Concurrent programming in C++

  • Before concurrency was part of the language, it was implemented with native concurrency support from the operating system, POSIX Threads (pthreads), or some other library
  • Concurrency support was first introduced in C++11 and has since been extended into C++14, C++17, and C++20.
  • Sometimes, however, you have to reach for platform-specific functionality when dealing with concurrency on your platform. For example, there is no support in the C++ standard library for setting thread priorities, configuring CPU affinity (CPU pinning), or setting the stack size of new threads.

std::thread

  • When a std::thread object is destructed, it must have been joined or detached or it will cause the program to call std::terminate(), which by default will call std::abort() if we haven't installed a custom std::terminate_handler

  • Starting from the bottom, the figure shows the CPU and its hardware threads.
    • Those are the execution units on the CPU.
    • In this example, the CPU provides four hardware threads. Usually that means it has four cores, but it could be some other configuration;
    • for example, some cores can execute two hardware threads. This is usually called hyperthreading.
    • The total number of hardware threads can be printed at runtime with this:
      • The preceding code might also output 0 if the number of hardware threads cannot be determined on the running platform.
std::cout << std::thread::hardware_concurrency() << '\n';
  • The layer above the hardware threads contains the operating system threads.

    • These are the actual software threads.
    • The operating system scheduler determines when and for how long an operating system thread is executed by a hardware thread.
    • In Figure 11.9, there are currently three out of six software threads executing.
  • The topmost layer in the figure contains the std::thread objects.

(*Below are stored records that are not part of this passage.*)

impl Decimator {
    /// Designs a decimator by `factor` (1 = pass-through).
    ///
    /// ```
    /// use dsp_core::frontend::decimate::Decimator;
    /// let mut d = Decimator::new(8).unwrap();
    /// let kept = (0..64).filter_map(|_| d.push(1.0)).count();
    /// assert_eq!(kept, 8);
    /// ```
    pub fn new(factor: u16) -> Result<Self, DecimateError> {
        let mut d = Self::pass_through();
        d.reconfigure(factor)?;
        Ok(d)
    }

    /// A pass-through decimator (factor 1), usable in constant context so a
    /// larger object can be placed statically and configured in place.
    pub const fn pass_through() -> Self {
        Decimator {
            factor: 1,
            stages: [Stage {
                factor: 1,
                halfband: None,
                taps: 0,
                offset: 0,
                hist: 0,
                cap: 0,
                phase: 0,
            }; MAX_STAGES],
            n_stages: 0,
            taps: [0.0; TAP_POOL],
            hist: [0.0; HIST_POOL],
        }
    }

    /// Designs the stages for `factor` in place and clears the state; on
    /// error `self` is left unchanged.
    pub fn reconfigure(&mut self, factor: u16) -> Result<(), DecimateError> {
        let plan = DecimatorPlan::new(factor)?;
        self.apply(&plan);
        Ok(())
    }

    /// Designs the planned stages in place and clears the state.
    pub(crate) fn apply(&mut self, plan: &DecimatorPlan) {
        for (st, &beta) in plan.stages.iter().zip(&plan.betas).take(plan.n_stages) {
            if st.halfband.is_some() {
                continue;
            }
            if let Some(slot) = self.taps.get_mut(st.offset..st.offset + st.taps) {
                kaiser_lowpass(slot, 1.0 / f64::from(st.factor), beta);
                slot.reverse();
            }
        }
        self.factor = plan.factor;
        self.stages = plan.stages;
        self.n_stages = plan.n_stages;
        self.hist.fill(0.0);
    }

    /// Overall factor.
    pub fn factor(&self) -> u16 {
        self.factor
    }

    /// Stage factors and tap counts, in processing order.
    pub fn stages(&self) -> impl Iterator<Item = (u16, usize)> + '_ {
        self.stages
            .iter()
            .take(self.n_stages)
            .map(|s| (s.factor, s.taps))
    }

    /// Taps of stage `i` as applied to the window, oldest-sample coefficient
    /// first (symmetric filters read the same either way); empty for a stage
    /// that does not exist. Half-band taps are expanded from their table.
    pub fn stage_taps(&self, i: usize) -> impl DoubleEndedIterator<Item = f32> + '_ {
        let st = self.stages.get(i).filter(|_| i < self.n_stages).copied();
        let n = st.map_or(0, |s| s.taps);
        (0..n).map(move |j| match st {
            Some(Stage {
                halfband: Some(hb),
                taps,
                ..
            }) => {
                let k = j.min(taps - 1 - j);
                if k == taps / 2 {
                    0.5
                } else if k % 2 == 0 {
                    hb.outer().get(k / 2).copied().unwrap_or(0.0)
                } else {
                    0.0
                }
            }
            Some(s) => self.taps.get(s.offset + j).copied().unwrap_or(0.0),
            None => 0.0,
        })
    }

    /// Delay of the linear-phase chain in input samples: sum of (N-1)/2 of
    /// each stage scaled by the rate ratio to the input.
    pub fn delay_input_samples(&self) -> f32 {
        chain_delay(self.stages.iter().take(self.n_stages))
    }

    /// Clears the state (taps are kept).
    pub fn reset(&mut self) {
        self.hist.fill(0.0);
        for s in self.stages.iter_mut() {
            s.phase = 0;
        }
    }

    /// Pushes one input sample; returns an output every `factor` inputs
    /// (after inputs factor-1, 2 factor-1, ...). Same results as [`Self::process`].
    pub fn push(&mut self, x: f32) -> Option<f32> {
        let mut y = None;
        self.process(&[x], |v| y = Some(v));
        y
    }

    /// Pushes a block of any length; calls `out` for each kept output, in
    /// order. Results do not depend on how the input is split.
    pub fn process(&mut self, input: &[f32], out: impl FnMut(f32)) {
        self.process_map(input, |x| x, out);
    }

    /// Decimates `f(x)` for each `x` of `input` (any length), calling `f`
    /// once per sample, in order, and `out` for each kept output: the mapped
    /// samples go straight into the first stage's history (see
    /// [`Self::process_with`]). Same results as [`Self::process`] on the
    /// mapped samples.
    ///
    /// ```
    /// use dsp_core::frontend::decimate::Decimator;
    /// let (mut a, mut b) = (Decimator::new(8).unwrap(), Decimator::new(8).unwrap());
    /// let x: Vec<f32> = (0..100).map(|i| (i as f32 * 0.3).sin()).collect();
    /// let sq: Vec<f32> = x.iter().map(|v| v * v).collect();
    /// let (mut ya, mut yb) = (Vec::new(), Vec::new());
    /// a.process(&sq, |v| ya.push(v));
    /// b.process_map(&x, |v| v * v, |v| yb.push(v));
    /// assert_eq!(ya, yb);
    /// ```
    pub fn process_map(
        &mut self,
        input: &[f32],
        mut f: impl FnMut(f32) -> f32,
        mut out: impl FnMut(f32),
    ) {
        for chunk in input.chunks(BLOCK) {
            self.process_with(
                chunk.len(),
                |slot| {
                    for (s, &x) in slot.iter_mut().zip(chunk) {
                        *s = f(x);
                    }
                },
                &mut out,
            );
        }
    }

    /// Pushes `len.min(BLOCK)` inputs that `fill` writes straight into the
    /// first stage's history (it gets a slice of exactly that length), and
    /// calls `out` for each kept output; returns the number of inputs taken.
    /// The producer (the front end's band-pass and rectifier) thus writes
    /// where the first stage reads, and nothing is copied in between. Same
    /// results as [`Self::process`] on the same samples.
    ///
    /// ```
    /// use dsp_core::frontend::decimate::Decimator;
    /// let (mut a, mut b) = (Decimator::new(4).unwrap(), Decimator::new(4).unwrap());
    /// let x: Vec<f32> = (0..100).map(|i| (i as f32 * 0.3).sin()).collect();
    /// let (mut ya, mut yb) = (Vec::new(), Vec::new());
    /// a.process(&x, |v| ya.push(v));
    /// let taken = b.process_with(x.len(), |s| s.copy_from_slice(&x), |v| yb.push(v));
    /// assert_eq!((taken, ya), (100, yb));
    /// ```
    pub fn process_with(
        &mut self,
        len: usize,
        fill: impl FnOnce(&mut [f32]),
        mut out: impl FnMut(f32),
    ) -> usize {
        let len = len.min(BLOCK);
        let Self {
            stages,
            n_stages,
            taps,
            hist,
            ..
        } = self;
        let stages = stages.get_mut(..*n_stages).unwrap_or(&mut []);
        let Some(first) = stages.first() else {
            // Factor 1: pass-through.
            let mut buf = [0f32; BLOCK];
            let slot = buf.get_mut(..len).unwrap_or(&mut []);
            fill(slot);
            slot.iter().for_each(|&v| out(v));
            return len;
        };
        let keep = first.taps.saturating_sub(1);
        match hist.get_mut(first.hist + keep..first.hist + keep + len) {
            Some(slot) => fill(slot),
            None => return 0,
        }
        let mut n = len;
        for i in 0..stages.len() {
            let next = stages
                .get(i + 1)
                .map(|s| (s.hist, s.taps.saturating_sub(1), s.cap));
            let Some(st) = stages.get_mut(i) else { break };
            // This stage's region lies below the next stage's.
            let split = next.map_or(HIST_POOL, |(h, _, _)| h);
            let Some((cur, nxt)) = hist.split_at_mut_checked(split) else {
                break;
            };
            let Some(region) = cur.get_mut(st.hist..) else {
                break;
            };
            n = match next {
                Some((_, keep, cap)) => {
                    let dst = nxt.get_mut(keep..keep + cap).unwrap_or(&mut []);
                    run_stage(st, taps, region, n, Some(dst), |_| {})
                }
                None => run_stage(st, taps, region, n, None, &mut out),
            };
            if n == 0 {
                break;
            }
        }
        len
    }
}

    • A std::thread object is nothing more than an ordinary C++ object that may or may not be associated with an underlying operating system thread.
    • Two instances of std::thread cannot be associated with the same underlying thread.
    • In the figure, you can see that the program currently has three instances of std::thread: two are associated with threads and one is not.
    • It's possible to use the std::thread::joinable property to find out what state a std::thread object is in
  • A std::thread is not joinable if it has been:

    • Default constructed; that is, if it has nothing to execute Moved from (its associated running thread has been transferred to another std::thread object)
    • Detached by a call to detach()
    • Already joined by a call to join()
    • Otherwise, the std::thread object is in the joinable state.
    • Remember, when a std::thread object is destructed, it must no longer be in the joinable state or the program will terminate.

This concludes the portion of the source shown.